§ **Your instructions**
Across all the records below, count the lines that hold "half". State only that figure.
Dataset records Start Marker
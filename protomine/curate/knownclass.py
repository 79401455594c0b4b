"""find's known-class route (``[mine] find_prototype`` = t > 0; 0 = off): an example of a class the library already
knows ranks the store by that class's mined prototype instead of by its own one view.

A single example is one partial view: cut by the image border, hidden behind a nearer object or tumbled onto a face
that shows little.  A mined prototype is a fused mean of many members seen from many sides.  When the example is a
view of a mined class, the prototype is the better query; when it is not, the prototype is the wrong one.  So:

1. Decision.  The example's store volume is labelled as the label stage labels a single view (``label.matcher``: the
   library's matcher and its score; the example's camera direction from the store's ``single/camera`` when the store
   has one for it): best prototype b and its score s.  The route is taken when s >= max(t, the library's unknown cut),
   t = ``find_prototype`` (sure), or when s >= max(t_weak, the cut), t_weak = ``find_prototype_weak``, and the two
   rankings agree: at least ``AGREE_MIN`` of the first ``AGREE_TOP`` objects by the key below are among the first
   ``AGREE_TOP`` of the one-shot ranking (the example left out of both).  The unknown cut alone lets through the
   never-mined views that the label stage takes for a known class (unknown AUROC is below 1; on the default demo 44%
   of them): their score is mostly low (the three demo stores, every new scan as the example, never-mined views
   above the cut: median s 0.02-0.08, 1 of 94 above 0.3; views of mined classes: median 0.55-0.65, 10th percentile
   0.10-0.18), and such an example loses its own class to b's members.  Between t_weak and t the agreement tells
   the two apart on the demo stores (README "Find"): a never-mined example (or one the label stage names wrongly)
   finds its own class by itself and b's members by the key, so the lists share 0-2 objects; a view of b finds
   mostly b both ways (4-9 shared; one upright mallet view shares 2 and is left out).  Below t_weak it does not (an L bracket view at s 0.04 shares 4 and loses).
2. Ranking by b.  Every store object is pose-searched against every prototype (tilts x yaw x scale, as mining assigns
   its members: ``tilts.tilt_pose_distances``); the key is the assignment margin

       key_i = d_ib / min_{j != b} d_ij

   (below 1: mining's rule would assign object i to b; the lower, the more clearly).  Ties by object id.  The margin
   ranks better than d_ib alone: an object near every prototype (a small, plain view) is not a member of b.

3. Overrule (``[mine] find_overrule`` = z > 0; 0 = off, the default).  A taken route whose ranking shares at most
   ``OVERRULE_AGREE_MAX`` of its first ``AGREE_TOP`` with the one-shot ranking may have been named wrongly (an example
   half hidden behind a nearer object, named for another class with a high score).  A third, independent ranking is
   then asked: the example's *dissimilarity profile*, its distances to the K prototypes as a point of the
   dissimilarity space (Pekalska & Duin, "The Dissimilarity Representation for Pattern Recognition", 2005), here the
   log distances standardised over the prototypes (so the profile's shape, not its level, counts: a partial view is
   farther from every prototype but in the same order as its class's views), and the store ranked by the Euclidean
   distance of each object's profile to the example's (``profile_key``).  Every prototype c's margin ranking is
   compared with it (objects in common among the first ``AGREE_TOP``, the example left out); the prototype sharing
   the most (ties: the lower index) replaces b when it shares at least z and more than b does.  Measured on the demo
   stores (README "Find"), z = 3, every new scan as the example: it rescues seed 0's tripod stand behind a jug (named
   hand plane at 0.56: 0.0 -> 0.9) and a seed 1 tile box (named L bracket at 0.30: 0.0 -> 1.0), but also moves two
   rightly named seed 1 views (funnel at 0.61, tripod stand at 0.62: 1.0 -> 0.0); held out, on the touching demos, it
   moves 6 views and 5 of them, rightly named, lose 0.8-1.0.  It stays off.  The prototype
   that ranks is then the overruling one (``KnownRoute.cluster``, matches' ``prototype``); ``named`` keeps the label
   decision's, ``example_score`` and ``agree`` stay its.

4. Fusion (``[mine] find_prototype_fuse`` = p > 0; default 0.5).  A prototype's margin ranks a class the library never
   mined that lies next to b as b's own: on the seed-1 demo store the L-bracket prototype's first 10 by margin hold
   5 trowels (margins 0.64-0.79, among the L brackets' 0.61-0.85), so every L-bracket example taking the route found
   0.3.  The example itself tells them apart (its one-shot ranking puts L brackets first: 0.7-0.9).  So a taken
   route ranks the objects b claims, margin below ``CLAIM_MARGIN``, by margin x d1 ** p, d1 the example's one-shot
   distance to the object (both ways on the ``find_symmetric`` shortlist, one-way beyond; the product of the two
   ratio-scale distances, the sum of their logs: CombSUM score fusion, Fox & Shaw, TREC-2 1994), and every other
   object after them by its margin (``fused_key``).  What b does not claim keeps its place behind, so an example
   whose own view is poor (a tumbled jug whose one-shot list is mostly tile boxes) cannot pull other classes in
   front of b's members; it can only reorder what b claims.  Measured in README "Find".

5. Soft route (``[mine] find_route_soft`` = k > 0; 0 = off, the default).  A taken route whose ranking shares at most
   ``OVERRULE_AGREE_MAX`` of its first ``AGREE_TOP`` with the one-shot ranking (b's agreement) may have been named
   wrongly, and nothing in the route's signals says which (README "Find").  Such a route does not choose: the store
   is ranked by reciprocal-rank fusion (Cormack, Clarke & Buettcher, "Reciprocal Rank Fusion outperforms Condorcet
   and individual Rank Learning Methods", SIGIR 2009) of the route's ranking and the one the example falls back to
   when the route is not taken (the k-reciprocal re-ranking of ``[mine] find_rerank``, else the one-shot ranking):
   score_i = sum over the two rankings of 1 / (k + rank_i), rank from 1, the example left out (``rank_fusion``).  A
   wrong prototype's members then share the first places with the example's own neighbours instead of taking them
   all; a right one's keep about half.  Measured in README "Find"; it stays off.

6. Members (``[mine] find_members`` = k > 0; default 3).  A prototype is the mean of its members, and a class the
   library never mined can fit that blurred mean about as well as b's own members do while fitting no single member
   well (seed 1: trowels among the L-bracket prototype's first 10, tape dispensers among the tile box's).  So a taken
   route's first ``find_members_shortlist`` objects by its key above are ranked again by the same key (the margin, with
   the fusion of 4.) computed on the members instead of the prototypes: each of them is pose-searched against every
   member of the library (its fused store volume, from the store the library was mined from: b's members each as the
   one prototype, as find searches the example; the other clusters' members in one search of them all, which refines
   the tilts of each object's 3 best pairs only, as mining's assignment does), and the margin is ``knn_margin``: d_k(i, b) / min_{c != b} d_k(i, c), d_k(i, c) the
   mean of object i's k smallest distances to the members of cluster c (a nearest-neighbour rule, Cover & Hart 1967,
   against mining's nearest-prototype rule).  An object is not its own neighbour (a member found by its object id is
   left out of its own row), so a find on the mined store ranks by the other members.  The rest follow in the
   route's order.  Without the mined store (the library's ``store_path`` not found, or not holding every member) the
   route ranks as before.  Measured in README "Find".

7. Member route (``[mine] find_member_route`` = r > 0; 0 = off).  An example the route does not take (scored under
   t, or in the weak band without agreement; a view of a mined class seen poorly, one the label decision names
   wrongly, or a never-mined view) ranks by its own one view (or ``find_rerank``'s re-ranking of it).  The library's
   members are a second opinion on its class: c, the cluster whose k nearest members (``find_members``'s k) are the
   nearest on average (``class_knn``; the example pose-searched against every member, one bank per cluster).  A
   never-mined view also has a nearest cluster, so c alone does not decide; the example must also be a reciprocal
   neighbour of c (Zhong et al., CVPR 2017, the k-reciprocal test of ``find_rerank`` between an object and a cluster):
   among c's first r objects of the store by the members' margin, ``member_rank`` below r
   (``reciprocal_member_rank``), counted over the shortlist 6. ranks (c's first ``find_members_shortlist`` by the
   prototype's key, the example searched with them).  A view of c is then about as clear a member as c's other views
   and ranks among them; a never-mined view (on the demo stores) comes after the views of the class it resembles
   (its rank at least 11 against a cluster holding ~15 of the 150-160 views).  Taken, the example ranks as a taken
   route to c does (4. and 6.; ``KnownRoute.cluster`` c, ``named`` and ``example_score`` stay the label decision's).

What the route changes: only the ranking (``Matches.rank_key`` = the key; ``both_ways`` is then empty).  ``distance``,
``score``, pose and faces stay the one-shot search's (its calibration, ``--add`` unchanged).  ``prototype`` (b) and
``prototype_score`` are added: the library's calibrated score of d_ib (``Library.score``: single-view calibration for
objects seen in one frame, on the canonical or another face by the search's tilt; the fused one otherwise), the
fraction of prototype b's own members expected to fit it worse, as in ``assignments.csv`` and the label stage.
"""
from __future__ import annotations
Dataset records End Marker
§ **Task answer**
2